Part 2: Do Healthcare Organizations Actually Control Their Own Data?

  • Ajai Sehgal, Chief AI Officer

    Ajai Sehgal is Chief AI Officer at IKS Health, driving enterprise AI strategy to leverage data and advanced analytics to accelerate innovation and improve healthcare outcomes.

  • Ben Crocker, MD, SVP, Care Design and Innovation

    Dr. Crocker is responsible for designing new products and solutions as well as refining/improving existing services within the Clinical Care Solutions pillar of IKS Health’s Provider Enablement Platform for both current and prospective clients.

This is part 2 in our FHIRside Chat Series.

At a recent event hosted by IKS Health, we discussed what organizations are discovering after actually trying to deploy agentic AI. In Part 1, we discussed why AI systems struggle in healthcare: not because the models are weak, but because the data they rely on is incomplete.

That leads to a deeper question. If healthcare runs on data, who actually controls it?

Most healthcare leaders would answer: “We do.”

In practice, that’s often not true. Consider a simple requirement for safe clinical AI: you must be able to audit what AI saw before it made a recommendation. If AI flags a patient as high risk, you need to verify which medications it considered, which labs were included, what history it used, and what history it missed.

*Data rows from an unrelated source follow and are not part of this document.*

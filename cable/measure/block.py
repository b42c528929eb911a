"""Conduction block per beat: which way the wave passed, and the pattern over a train.

From the beats of :func:`cable.measure.activation.assign_beats` (each beat's wave
followed node by node outward from the stimulated nodes that captured):

* ``reached_left`` / ``reached_right``: the beat's wave reached the left (x = 0) or right
  (x = L) end of the fibre. A stimulus placed inside or beside an injured region shows
  unidirectional block as one of them false: the direction that passes is the one
  whose end was reached.
* ``block_side``: +1 the wave stopped while travelling right (toward x = L), -1 while
  travelling left, 2 both ways, 0 no block (or no capture, or a wave still travelling
  when the run ended: ``timed_out``).
* ``conducted``: the stimulus captured and the wave reached both ends.

:func:`conduction_pattern` turns the ``conducted`` flags of a pacing train into the
usual ratio of stimuli to conducted beats: "1:1", "2:1", "3:2" ... (the smallest period
the sequence repeats with, after a leading transient of at most half the train).
"""

from __future__ import annotations

import numpy as np

from cable.measure import Inputs, Measurement, on_a_strand

#: codes of block_side
NONE, RIGHT, LEFT, BOTH = 0, 1, -1, 2
#: codes of outcome (cable.io.schema.CODES)
NOT_CAPTURED, CONDUCTED, BLOCKED, TIMED_OUT, OTHER = 0, 1, 2, 3, 4
#: a propagated upstroke slower than this [V/s] (median over the CV window) is a slow
#: response: calcium-current-driven responses rise at about 1-10 V/s, sodium-driven ones
#: at 100-1000 V/s (Cranefield 1975, The Conduction of the Cardiac Impulse: the slow
#: response and cardiac arrhythmias, Futura; values from memory)
SLOW_RESPONSE_V_PER_S = 10.0


def directions(beats) -> dict[str, np.ndarray]:
    """Per-beat direction flags (bool arrays) and ``block_side`` (int) of ``beats``."""
    index = beats.index
    n = index.shape[1]
    captured = np.asarray(beats.captured, dtype=bool)
    right = captured & (index[:, n - 1] >= 0)
    left = captured & (index[:, 0] >= 0)
    side = np.full(index.shape[0], NONE, dtype=np.int8)
    side[captured & left & ~right] = RIGHT
    side[captured & right & ~left] = LEFT
    side[captured & ~left & ~right] = BOTH
    if getattr(beats, "timed_out", None) is not None:
        side[np.asarray(beats.timed_out, dtype=bool)] = NONE    # not seen to stop: no block
    return {"reached_left": left, "reached_right": right, "block_side": side,
            "conducted": captured & left & right}


def outcome(beats) -> np.ndarray:
    """Per-beat outcome code: NOT_CAPTURED, CONDUCTED, BLOCKED, TIMED_OUT (else OTHER)."""
    d = directions(beats)
    out = np.full(len(beats.onset), OTHER, dtype=np.int8)
    out[~np.asarray(beats.captured, dtype=bool)] = NOT_CAPTURED
    out[np.asarray(beats.blocked, dtype=bool)] = BLOCKED
    out[d["conducted"]] = CONDUCTED
    if beats.timed_out is not None:
        out[np.asarray(beats.timed_out, dtype=bool)] = TIMED_OUT
    return out


def slow_response(upstroke, x, window, conducted) -> np.ndarray:
    """Per beat: the wave conducted with a median upstroke velocity over the window's
    nodes below ``SLOW_RESPONSE_V_PER_S`` (``upstroke`` (nbeat, n) [V/s])."""
    from cable.measure.velocity import window_nodes

    nodes = window_nodes(x, window)
    out = np.zeros(upstroke.shape[0], dtype=bool)
    for b in range(upstroke.shape[0]):
        rates = upstroke[b, nodes]
        if conducted[b] and np.all(np.isfinite(rates)):
            out[b] = float(np.median(rates)) < SLOW_RESPONSE_V_PER_S
    return out


def outputs(beats) -> dict:
    """The block outputs of a strand as ``{name: (dims, array)}``."""
    d = directions(beats)
    out = {
        "conducted": (("beat",), d["conducted"].astype(np.int8)),
        "reached_left": (("beat",), d["reached_left"].astype(np.int8)),
        "reached_right": (("beat",), d["reached_right"].astype(np.int8)),
        "block_side": (("beat",), d["block_side"]),
        "outcome": (("beat",), outcome(beats)),
    }
    if beats.timed_out is not None:
        out["timed_out"] = (("beat",), np.asarray(beats.timed_out).astype(np.int8))
        out["front_x"] = (("beat",), np.asarray(beats.front_x, dtype=np.float64))
    return out


def conduction_pattern(conducted) -> str:
    """The conduction ratio of a train: "1:1", "2:1", "3:2", "no conduction", or "irregular ...".

    Parameters
    ----------
    conducted : array of bool, or an xarray.Dataset with a ``conducted`` variable
        One flag per beat, in order.

    Returns
    -------
    str
        "N:M" (N stimuli per M conducted beats) for the smallest period N the flags
        repeat with; a leading transient of at most half the beats is allowed and named
        ("2:1 from beat 1"). "irregular (k of n conducted)" when no period fits.
    """
    if hasattr(conducted, "data_vars"):
        conducted = conducted["conducted"].values
    c = np.asarray(conducted, dtype=bool)
    total = c.size
    if total == 0:
        return "no beats"
    if not c.any():
        return "no conduction"
    for skip in range(0, total // 2 + 1):
        rest = c[skip:]
        m = rest.size
        for period in range(1, max(1, m // 2) + 1):
            if np.array_equal(rest[period:], rest[:-period]):
                passed = int(rest[:period].sum())
                text = "no conduction" if passed == 0 else ("1:1" if passed == period else f"{period}:{passed}")
                return text if skip == 0 else f"{text} from beat {skip}"
    return f"irregular ({int(c.sum())} of {total} conducted)"


def _block(inputs: Inputs) -> dict:
    out = outputs(inputs.beats)
    ups = inputs.out["upstroke_velocity"][1]
    setup = inputs.setup
    out["slow_response"] = (("beat",), slow_response(ups, setup.x, setup.cv_window,
                                                     out["conducted"][1] == 1).astype(np.int8))
    return out


OUTPUTS = ("conducted", "reached_left", "reached_right", "block_side", "outcome", "timed_out", "front_x",
           "slow_response")
MEASUREMENT = Measurement("block and conduction", OUTPUTS, _block, on_a_strand, order=30)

In many organizations, this is difficult or impossible.

The EHR allows clinicians to view records, but it does not always allow the organization to computationally extract the complete longitudinal dataset the AI used. Portions of the chart exist in scanned documents, encounter notes, outside records, and payer systems. Some data can be viewed but not bulk accessed. Some can be exchanged but not analyzed.

You can read the chart. You cannot reliably compute over it.

That is the difference between having a record and controlling data.

FHIR is a Health Level Seven International® standard for exchanging health care information electronically; the health care community is adopting this next generation exchange framework to advance interoperability, so it’s critical that healthcare organizations are prepared and knowledgeable.

Why EHR interoperability is not enough

Healthcare has spent years pursuing interoperability — the ability to send patient records between organizations. Interoperability helps clinicians exchange documents. It does not allow software to reason over clinical history.

When another hospital sends a CCD document, a physician can read it. But an AI system cannot easily incorporate thousands of those documents into a consistent, queryable history. The information exists, but it is not addressable at scale.

This is why AI pilots work in demonstrations but fail in operations. AI requires not just access to records, but structured, computable, longitudinal data. Interoperability moves documents. Integration exposes information. Healthcare has largely achieved the first and is only beginning the second.
Once AI participates in care delivery, data access is no longer a technical issue. It is a responsibility issue. If a model contributes to a clinical decision, the organization must be able to audit inputs, reproduce outputs, identify missing context, and detect bias or failure modes.

You cannot govern an AI system whose inputs you do not fully control. This is why “data ownership” matters. Ownership is not about possession of records. It is about the ability to independently access, analyze, and verify them.

Without that capability, healthcare organizations are accountable for decisions made using systems they cannot fully evaluate.

Where FHIR enters the conversation

FHIR matters because it changes how the medical record can be used. Instead of functioning only as documentation for humans, the record becomes accessible to software agents in real time. Clinical history, medications, labs, and encounters become queryable rather than merely viewable.

This is what enables safe agentic AI. AI does not require perfect data. It requires transparent data. When organizations can independently access their own longitudinal clinical information, they can audit model behavior, manage risk, integrate operational workflows, and use automation safely.

The key shift is not adopting AI. It is moving from documentation systems to computable systems.

Healthcare’s AI future will not be determined by which model is most advanced. It will be determined by which organizations can access and govern their own clinical information.

Until then, AI will remain impressive in pilots and unreliable in practice – not because it lacks intelligence, but because it lacks a reliable view of the patient.